Again punctuated with humour, this section identifies the significance of this otherness on dramatic performance. Initially, he points out, the other voice spoke not to a paying audience, but rather to a potential paying audience. The voice's purpose was to advertise and to publicise. Coming from a place that was always elsewhere, it spoke out of its otherness and obscurity to engender interest in that which would eventually be made manifest. Coincidentally, however, this other voice which could be made to attach itself to any object, was slowly becoming identified with the doll with which it is now most closely associated. The illustrations that accompany the article provide compelling evidence of the metamorphosis of voice into permanent body.

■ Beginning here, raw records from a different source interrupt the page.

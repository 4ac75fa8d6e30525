"""Self-consistent electrons of a square wire in a square wrap-around gate: a spectral method of its own.

Shares no finite element, mesh or eigenvalue code with the program: only constants and the Fermi-Dirac integral. One
quadrant is enough. Each axis has a grid of elements that shrink geometrically towards the interface, on both sides of
it, with polynomials whose degree rises away from it, and functions of x and y are products of the two: exponentially
small errors although the potential is singular at the channel's corners. Poisson's matrix is a sum of Kronecker
products of integrals in one variable; the states are found in each of the four parities by inverse iteration; Newton's
steps use the response of the density over the pairs of computed states that matter.
"""

from __future__ import annotations

from dataclasses import dataclass, replace
from math import pi

import numpy as np
from numpy.typing import NDArray
from scipy import sparse
from scipy.linalg import eigh
from scipy.sparse.linalg import eigsh, splu
from scipy.special import roots_legendre

from tests.independent_round import EPSILON0_PER_V_NM, line_density
from wiresolve.units import HBAR2_OVER_2M0

Array = NDArray[np.float64]


@dataclass(frozen=True)
class Square:
    """A square channel (hard walls) in a square insulator with the gate outside; the band edge is minus the potential.

    `masses` along x, y and the wire; energies count from the Fermi level.
    """

    side_nm: float
    insulator_nm: float
    masses: tuple[float, float, float]
    permittivity: float
    insulator_permittivity: float
    temperature_K: float
    gate_potential_V: float
    valleys: int = 1
    donors_per_nm3: float = 0.0


@dataclass(frozen=True)
class Grid:
    """Elements of each axis: layers on each side of the interface, their ratio, the outermost degree and its fall."""

    layers: int = 7
    ratio: float = 0.2
    degree: int = 15
    fall: float = 1.6
    least: int = 4
    states: int = 12


@dataclass(frozen=True, eq=False)
class Filled:
    """A self-consistent solution: levels as (energy, parity in x, parity in y, line density) in ascending order."""

    levels: tuple[tuple[float, str, str, float], ...]
    line_density_per_nm: float
    gate_charge_per_nm: float
    centre_potential_V: float
    face_potential_V: float
    corner_potential_V: float
    potential_V: Array
    last_step_V: float
    steps: int


class Axis:
    """Lagrange polynomials on the elements of one half axis, from the centre (0) through the interface to the gate."""

    def __init__(self, half: float, beyond: float, grid: Grid) -> None:
        shrink = grid.ratio ** np.arange(1, grid.layers)
        inner = np.concatenate([[0.0], half * (1 - shrink), [half]])
        outer = np.concatenate([[half], half + beyond * shrink[::-1], [half + beyond]])
        degrees = [max(grid.least, round(grid.degree - grid.fall * k)) for k in range(grid.layers)]
        breaks = np.concatenate([inner, outer[1:]])
        degrees = degrees + degrees[::-1]
        self.count = sum(degrees) + 1
        self.inside = sum(degrees[: grid.layers]) + 1  # basis functions that are not zero in the channel
        rows_value: list[Array] = []
        rows_slope: list[Array] = []
        weights, first = [], 0
        self.points_inside = 0
        for number, degree in enumerate(degrees):
            left, right = breaks[number], breaks[number + 1]
            nodes = -np.cos(pi * np.arange(degree + 1) / degree)
            x, w = roots_legendre(3 * degree // 2 + 3)
            vander = np.polynomial.legendre.legvander(nodes, degree)
            to_legendre = np.linalg.inv(vander)
            value = np.polynomial.legendre.legvander(x, degree) @ to_legendre
            slopes = [np.polynomial.legendre.legval(x, np.polynomial.legendre.legder(e)) for e in np.eye(degree + 1)]
            slope = np.array(slopes).T @ to_legendre * 2 / (right - left)
            for rows, block in ((rows_value, value), (rows_slope, slope)):
                wide = np.zeros((len(x), self.count))
                wide[:, first : first + degree + 1] = block
                rows.append(wide)
            weights.append(w * (right - left) / 2)
            if number < grid.layers:
                self.points_inside += len(x)
            first += degree
        self.value, self.slope, self.weights = np.vstack(rows_value), np.vstack(rows_slope), np.concatenate(weights)
        self.value[abs(self.value) < 1e-15] = 0.0

    def integrals(self, points: int | None = None) -> tuple[sparse.csr_matrix, sparse.csr_matrix]:
        """Matrices of u'v' and u v over the first `points` quadrature points (all if None)."""
        value, slope, weights = self.value[:points], self.slope[:points], self.weights[:points]
        stiffness = (slope.T * weights) @ slope
        # constants have no slope: exactly so, or thin elements would make much of the rounding
        np.fill_diagonal(stiffness, 0.0)
        np.fill_diagonal(stiffness, -stiffness.sum(axis=1))
        return sparse.csr_matrix(stiffness), sparse.csr_matrix((value.T * weights) @ value)


class Quadrant:
    """The discrete wire. Functions of the whole quadrant are (count, count) arrays, of the channel (inside, inside)."""

    def __init__(self, wire: Square, grid: Grid) -> None:
        self.wire, self.grid = wire, grid
        self.axis = axis = Axis(wire.side_nm / 2, wire.insulator_nm, grid)
        stiff_in, mass_in = axis.integrals(axis.points_inside)
        stiff, mass = axis.integrals()
        # over the whole plane: 4 quadrants
        inner = sparse.kron(stiff_in, mass_in) + sparse.kron(mass_in, stiff_in)
        whole = sparse.kron(stiff, mass) + sparse.kron(mass, stiff)
        matrix = 4 * EPSILON0_PER_V_NM * (wire.permittivity * inner + wire.insulator_permittivity * (whole - inner))
        free = np.ones((axis.count, axis.count), dtype=bool)
        free[-1], free[:, -1] = False, False
        self.free = free
        self.full_matrix = sparse.csr_matrix(matrix)
        self.matrix = sparse.csc_matrix(self.full_matrix[free.ravel()][:, free.ravel()])
        self.solver = splu(self.matrix, permc_spec="MMD_AT_PLUS_A", options={"SymmetricMode": True})
        n = axis.inside
        self.value = axis.value[: axis.points_inside, :n]
        self.area = 4 * np.outer(axis.weights[: axis.points_inside], axis.weights[: axis.points_inside])
        self.value2 = sparse.csr_matrix(sparse.kron(sparse.csr_matrix(self.value), sparse.csr_matrix(self.value)))
        a, m = stiff_in[:n, :n], mass_in[:n, :n]
        mx, my, _ = wire.masses
        self.kinetic = 4 * HBAR2_OVER_2M0 * (sparse.kron(a, m) / mx + sparse.kron(m, a) / my)
        self.overlap = sparse.csr_matrix(4 * sparse.kron(m, m))
        self.donors = self.load(np.full(self.area.shape, wire.donors_per_nm3))

    def load(self, density: Array) -> Array:
        """Integrals of densities (..., points, points) in the channel with every function, (..., count, count)."""
        n, found = self.axis.inside, np.zeros((*density.shape[:-2], self.axis.count, self.axis.count))
        found[..., :n, :n] = self.value.T @ (self.area * density) @ self.value
        return found

    def solve(self, load: Array, gate: float = 0.0) -> Array:
        """Potential (count, count) of a charge with the gate at a potential."""
        phi = np.full(load.shape, gate)
        phi[self.free] += self.solver.solve(load[self.free])
        return phi

    def states(self, phi: Array) -> list[tuple[str, str, Array, Array]]:
        """(parity in x, in y, energies, values at the points (states, points, points)) of each symmetry."""
        n = self.axis.inside
        at_points = self.value @ phi[:n, :n] @ self.value.T
        potential = self.value2.T @ sparse.diags_array((self.area * at_points).ravel()) @ self.value2
        hamilton = sparse.csr_matrix(self.kinetic - potential)
        floor = -float(at_points.max()) - 0.01
        found = []
        for x in ("even", "odd"):
            for y in ("even", "odd"):
                keep = np.zeros((n, n), dtype=bool)
                keep[int(x == "odd") : -1, int(y == "odd") : -1] = True
                chosen = np.flatnonzero(keep)
                h, s = (sparse.csc_matrix(m[chosen][:, chosen]) for m in (hamilton, self.overlap))
                if len(chosen) < 700:
                    energy, vectors = eigh(h.toarray(), s.toarray(), subset_by_index=(0, self.grid.states - 1))
                else:
                    start = np.random.default_rng(1).standard_normal(len(chosen))
                    energy, vectors = eigsh(h, self.grid.states, s, sigma=floor, v0=start, tol=1e-14)
                    order = np.argsort(energy)
                    energy, vectors = energy[order], vectors[:, order]
                    energy, turn = np.linalg.eigh(vectors.T @ (h @ vectors))  # orthonormal already: polish
                    vectors = vectors @ turn
                full = np.zeros((len(energy), n * n))
                full[:, chosen] = vectors.T
                psi = self.value @ full.reshape(-1, n, n) @ self.value.T
                found.append((x, y, energy, psi))
        return found

    def filling(self, energy: Array) -> tuple[Array, Array]:
        filled, slope, _ = line_density(energy, self.wire.masses[2], self.wire.valleys, self.wire.temperature_K)
        return filled, slope

    def electrons(self, states: list[tuple[str, str, Array, Array]]) -> Array:
        total = np.zeros(self.area.shape)
        for *_, energy, psi in states:
            total += np.tensordot(self.filling(energy)[0], psi**2, 1)
        return total

    def response(self, states: list[tuple[str, str, Array, Array]]) -> Array:
        """Rows b (pairs, free functions) with dn/dphi about sum b b^T: pairs that add little are left out."""
        rows = []
        most = max(float(self.filling(energy)[0].max()) for *_, energy, _ in states)
        largest = max(float(-self.filling(energy)[1].min()) for *_, energy, _ in states)
        for *_, energy, psi in states:
            filling, slope = self.filling(energy)
            for i in np.flatnonzero(filling > 1e-3 * most):
                with np.errstate(divide="ignore", invalid="ignore"):
                    factor = -2 * (filling[i] - filling[i:]) / (energy[i] - energy[i:])
                factor[0] = -slope[i]
                used = np.flatnonzero(factor > 2e-3 * largest)
                products = psi[i] * psi[i:][used] * np.sqrt(factor[used])[:, None, None]
                rows.append(self.load(products)[:, self.free])
        return np.vstack(rows) if rows else np.zeros((0, int(self.free.sum())))


def solve(wire: Square, grid: Grid, start: Array | None = None, tolerance_V: float = 1e-12, most: int = 30) -> Filled:
    """The self-consistent solution; `start` is the potential of a solution on the same grid (no charge if None)."""
    quadrant = Quadrant(wire, grid)
    gate = wire.gate_potential_V
    phi = np.full((quadrant.axis.count,) * 2, gate) if start is None else start.copy()
    phi[-1], phi[:, -1] = gate, gate
    size, last, steps = np.inf, np.inf, 0
    while steps < most:
        steps += 1
        states = quadrant.states(phi)
        density = quadrant.electrons(states)
        charge = quadrant.donors - quadrant.load(density)
        # Newton: (K + B B^T) step = K (target - phi)
        miss = (quadrant.solve(charge, gate) - phi)[quadrant.free]
        rows = quadrant.response(states)
        moved = quadrant.solver.solve(np.ascontiguousarray(rows.T)) if len(rows) else rows.T
        inner = np.eye(len(rows)) + rows @ moved
        step = miss - moved @ np.linalg.solve(inner, rows @ miss)
        last, size = size, float(np.abs(step).max())
        phi[quadrant.free] += step
        if size < tolerance_V or (size < 1e-10 and size > 0.5 * last):
            break
    states = quadrant.states(phi)
    density = quadrant.electrons(states)
    levels = []
    for x, y, energy, _ in states:
        levels += [(float(e), x, y, float(f)) for e, f in zip(energy, quadrant.filling(energy)[0], strict=True)]
    levels.sort()
    reaction = (quadrant.full_matrix @ phi.ravel()).reshape(phi.shape)
    return Filled(
        levels=tuple(levels),
        line_density_per_nm=float((quadrant.area * density).sum()),
        gate_charge_per_nm=float(reaction[~quadrant.free].sum()),
        centre_potential_V=float(phi[0, 0]),
        face_potential_V=float(phi[quadrant.axis.inside - 1, 0]),
        corner_potential_V=float(phi[quadrant.axis.inside - 1, quadrant.axis.inside - 1]),
        potential_V=phi,
        last_step_V=size,
        steps=steps,
    )


def capacitance_per_V_nm(wire: Square, grid: Grid, solved: Filled, step_V: float = 2e-3) -> float:
    """dN/dV of the gate in e/(V nm), by central differences of sixth order."""
    total = 0.0
    for shift, weight in ((1, 45.0), (2, -9.0), (3, 1.0)):
        for sign in (1, -1):
            there = replace(wire, gate_potential_V=wire.gate_potential_V + sign * shift * step_V)
            total += sign * weight * solve(there, grid, solved.potential_V).line_density_per_nm
    return total / (60 * step_V)


CASES = {
    "A": Square(10.0, 3.0, (0.05, 0.05, 0.05), 10.0, 10.0, 77.0, 0.35),
    "B": Square(8.0, 1.5, (0.19, 0.916, 0.19), 11.7, 3.9, 300.0, 0.55, valleys=2),
    "C": Square(10.0, 3.0, (0.05, 0.05, 0.05), 10.0, 10.0, 0.0, 0.35),
    "D": Square(10.0, 3.0, (0.05, 0.05, 0.05), 10.0, 10.0, 77.0, 0.0, donors_per_nm3=0.01),
    "E": Square(16.0, 4.0, (0.03, 0.08, 0.05), 14.0, 7.0, 4.2, 0.5),
}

In the third and final section of the essay, Hodgson returns to Coleridge and his critical application of the term ventriloquism. Typically for Coleridge, I would argue, he did not always "mean the same thing" when he used the term. While the quality of the ventriloquists' performance to which Coleridge might have been exposed are open to doubt, according to Hodgson, there is no question that "ventriloquism made a powerful impression on Coleridge," whose use of it in the Biographia Literaria, Hodgson argues, is responsible for its contemporary critical currency.

Hodgson concludes his article by recognising that for Coleridge there was "no true otherness" in the ventriloquist's doll. For reasons unknown, a gap would always exist for Coleridge between what Hodgson terms "the ideal" on the one hand, "and the performance of ventriloquism" on the other. Nevertheless, he argues, a lesson emerges from ventriloquism's history, a lesson reflected in Coleridge's Shakespeare lectures: that effective dramatic form is contingent upon the projection of the other on stage. Hodgson concludes: "[When] the audiences remember the doll as well as the ventriloquist, [then] ventriloquism becomes truly dramatic." It was Shakespeare's ability in this projection that Coleridge admired, and Hodgson's reminding us of it causes us to consider again the origins and continuing influences of various others in our work.

Clearly, the variety of otherness that typified the successful 1997 conference also inform the contributions to this special issue. That the contents of this issue of Romanticism on the Net will engender future discussion I am certain, and I look forward to seeing the resulting debates in an other time and in an other place.